Rick Santorum Talks Daughter Bella (VIDEO)

Rick Santorum: Why I'm Campaigning While Daughter Is Seriously Ill

Republican presidential candidate Rick Santorum answered a tough question about the youngest of his seven children, Bella, Sunday on ABC's "This Week." Bella was born with Trisomy 18, a genetic disorder that Santorum has said makes her life "measured in days and weeks."

"Well, it certainly is according to the medical statistics," he told Christiane Amanpour. "But we've been very blessed. I mean, she is three-and-a-half years of age, you know, I was with her last night, got a chance to spend some time with her. She's an absolute joy. She's really the center of our life. And we feel so blessed to have her."

Amanpour asked Santorum how he can justify continuing his campaign, given the polls and his daughter's situation.

"Yes -- no, I understand," he said. "Well, I don't worry about the polls. I worry about what I'm trying to do to be the best father and the best husband I can be. And obviously a big part of that is making sure that we have a country that respects her life, and a country that is free and safe and prosperous for all of my children. And I just felt like given this, this is really, I believe, the most critical election in the history of the country, that I had to step up and make sacrifices, like everybody does, to make our country a better country."

The former Pennsylvania senator is now polling only 5 percent in Iowa, trailed only by Jon Huntsman, but no matter.

"I think we have a very good chance of winning Iowa," he told Amanpour.

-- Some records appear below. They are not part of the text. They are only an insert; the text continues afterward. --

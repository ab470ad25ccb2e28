"""Starting the window: no display, first-run acknowledgement, settings isolation, smoke start."""

from __future__ import annotations

import os
import subprocess
import sys

from PySide6.QtWidgets import QDialog

from ventset.gui import app, settings
from ventset.gui.ack import AcknowledgementDialog


def _env(**extra) -> dict:
    env = {k: v for k, v in os.environ.items() if k not in app.DISPLAY_VARS}
    env.update(extra)
    return env


def test_no_display_says_so_in_one_line_and_prints_the_demo_plan(tmp_path):
    if not sys.platform.startswith("linux"):
        return
    out = subprocess.run([sys.executable, "-m", "ventset"], capture_output=True, text=True, timeout=60,
                         env=_env(VENTSET_SETTINGS_DIR=str(tmp_path)))
    assert out.returncode == 0, out.stderr
    lines = out.stdout.splitlines()
    assert lines[0].startswith("ventset: no display available") and "demo plan" in lines[0]
    assert "Set tidal volume" in out.stdout and "NOTICE:" in out.stdout
    assert "Traceback" not in out.stderr


def test_display_check(monkeypatch):
    for v in app.DISPLAY_VARS:
        monkeypatch.delenv(v, raising=False)
    assert app.display_available() is (not sys.platform.startswith("linux"))
    monkeypatch.setenv("WAYLAND_DISPLAY", "wayland-0")
    assert app.display_available()


def test_first_run_acknowledgement_is_required_and_remembered(qtbot, isolated_settings):
    s = settings.open_settings()
    assert not settings.is_acknowledged(s)
    dlg = AcknowledgementDialog()
    qtbot.addWidget(dlg)
    assert not dlg.start.isEnabled()           # cannot start without ticking the box
    dlg.check.setChecked(True)
    assert dlg.start.isEnabled()
    settings.set_acknowledged(s)
    assert settings.is_acknowledged(settings.open_settings())
    assert (isolated_settings / "ventset.ini").exists()  # the isolated file, not the user's settings


def test_run_shows_the_acknowledgement_on_first_start(qtbot, monkeypatch):
    shown = []

    def fake_exec(self):
        shown.append(self.windowTitle())
        return QDialog.DialogCode.Rejected       # the user chooses Quit

    monkeypatch.setattr(AcknowledgementDialog, "exec", fake_exec)
    monkeypatch.setenv("QT_QPA_PLATFORM", "offscreen")
    monkeypatch.delenv(app.SMOKE_ENV, raising=False)
    assert app.run() == 0
    assert shown == ["Before you start"]


def test_smoke_start_opens_the_demo_and_quits(tmp_path):
    out = subprocess.run([sys.executable, "-m", "ventset"], capture_output=True, text=True, timeout=120,
                         env=_env(QT_QPA_PLATFORM="offscreen", VENTSET_SETTINGS_DIR=str(tmp_path),
                                  VENTSET_DATA_DIR=str(tmp_path / "data"), VENTSET_GUI_SMOKE="1"))
    assert out.returncode == 0, out.stderr
    assert out.stdout.startswith("ready ")
    assert "Traceback" not in out.stderr
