def test_state_round_trip_keeps_every_value(qtbot, window):
    p = window.controller.plan
    st = fs.state_from_request(p.request, window.form.units(), window.library)
    req, errors = fs.request_from_state(st, window.library)
    assert not errors and req == p.request


def test_pressure_mode_shows_the_inspiratory_pressure(qtbot, make_window):
    w = make_window(Request(Patient("psittacine", 0.35, name="Kiwi"), Circuit(tube_id_mm=2.5, tube_length_cm=2.0)))
    p = w.controller.plan
    assert p.resolved.mode == "pressure"
    tiles = w.settings_panel.tiles
    assert tiles["flow"].name.text() == "Inspiratory pressure"
    assert tiles["flow"].value.text() == f"{p.pressures.inspiratory_pressure_cmh2o:.3g}"
    assert "expected" in tiles["set_vt"].name.text() and "pressure" in tiles["set_vt"].detail.text()
    # Pressure-controlled breath: VT = C·ΔP·(1 − e^(−Ti/τ)) (single-compartment model, Marini & Crooke 1993).
    import math
    pr = p.pressures
    vt = pr.compliance_ml_cmh2o * pr.inspiratory_pressure_cmh2o * (1 - math.exp(-p.ventilation.ti_s /
                                                                                 pr.time_constant_s))
    assert vt == pytest.approx(p.ventilation.tidal_volume_ml, rel=1e-9)
    assert "pressure-controlled" in w.status.patient.text()


@pytest.mark.parametrize(("typed", "key"), [
    ("elephant", "asian_elephant"), ("orangutan", "orangutan"), ("sea lion", "sea_lion"), ("dolphin", "dolphin"),
    ("emu", "emu"), ("penguin", "penguin"), ("flamingo", "flamingo"), ("python", "python"),
    ("monitor", "monitor_lizard"), ("sea turtle", "sea_turtle"), ("hamster", "hamster"), ("koala", "koala"),
    ("bat", "bat"), ("chicken", "chicken"), ("calf", "cattle"), ("piglet", "pig"), ("puppy", "dog"),
    ("kitten", "cat"), ("echidna", "echidna"),
])
def test_species_chooser_finds_every_alias(window, typed, key):
    assert window.form.species.key_for(typed) == key


def test_species_chooser_plans_a_species_not_listed_by_group(qtbot, window):
    picker = window.form.species
    i = picker.findData("taxon:marsupial")
    assert i >= 0 and "Not listed" in picker.itemText(i)
    picker.setCurrentIndex(i)
    picker.activated.emit(i)
    type_into(qtbot, window, "mass", "3")
    p = window.controller.plan
    assert p.resolved.species == "taxon:marsupial" and p.request.patient.taxon == "marsupial"
    assert "TAXON_ONLY" in {c.code for c in p.cautions}


def test_a_theme_chosen_while_a_mouse_is_shown_keeps_every_axis_in_its_own_units(qtbot, window):
    """A mouse's map spans 0-0.5 mL; after a change of theme (which styles every axis again) each axis still
    labels the values of its view box's own range (pyqtgraph 0.14 kept a ×1000 prefix: 100-400 under 'mL'),
    and a cat shown afterwards reads 0-80 mL again."""
    from tests.gui.test_plotarea import _tick_texts

    window.form.change_species("mouse")
    type_into(qtbot, window, "mass", "0.03")
    window.controller.flush()
    for theme in ("night", "day"):
        window.set_theme(theme)
        for card in window.plot_cards:
            vb = card.plot.vb if hasattr(card, "plot") else None
            if vb is None:
                continue
            (x0, x1), _ = vb.viewRange()
            ax = card.plot.getAxis("bottom")
            texts = [t for t in _tick_texts(ax) if t]
            assert texts, card.objectName()
            assert all(x0 - 1e-9 <= float(t) <= x1 + 1e-9 for t in texts), (card.objectName(), texts, (x0, x1))
    window.form.change_species("cat")
    type_into(qtbot, window, "mass", "4.2")
    window.controller.flush()
    texts = _tick_texts(window.map_plot.plot.getAxis("bottom"))
    assert max(float(t) for t in texts if t) <= 80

Santorum has previously spoken about his daughter's struggle and given similar justification for running for president during her limited life span. The Washington Post reported his remarks at an October "Defenders of Freedom" event:

"Life expectancy wasn't particularly long, and just the idea of going off and doing something like this was something I really struggled with," he said.

The deciding factor, he said, was that "we see with every socialized-medicine country, which is absolutely where we're headed, those on the margins of life are treated differently... They're not given the care, the resources aren't allocated because it is very costly, and my little girl would probably be seen as-- I hear, not only from anecdotal but actual evidence from other countries -- that children like this simply do not get care."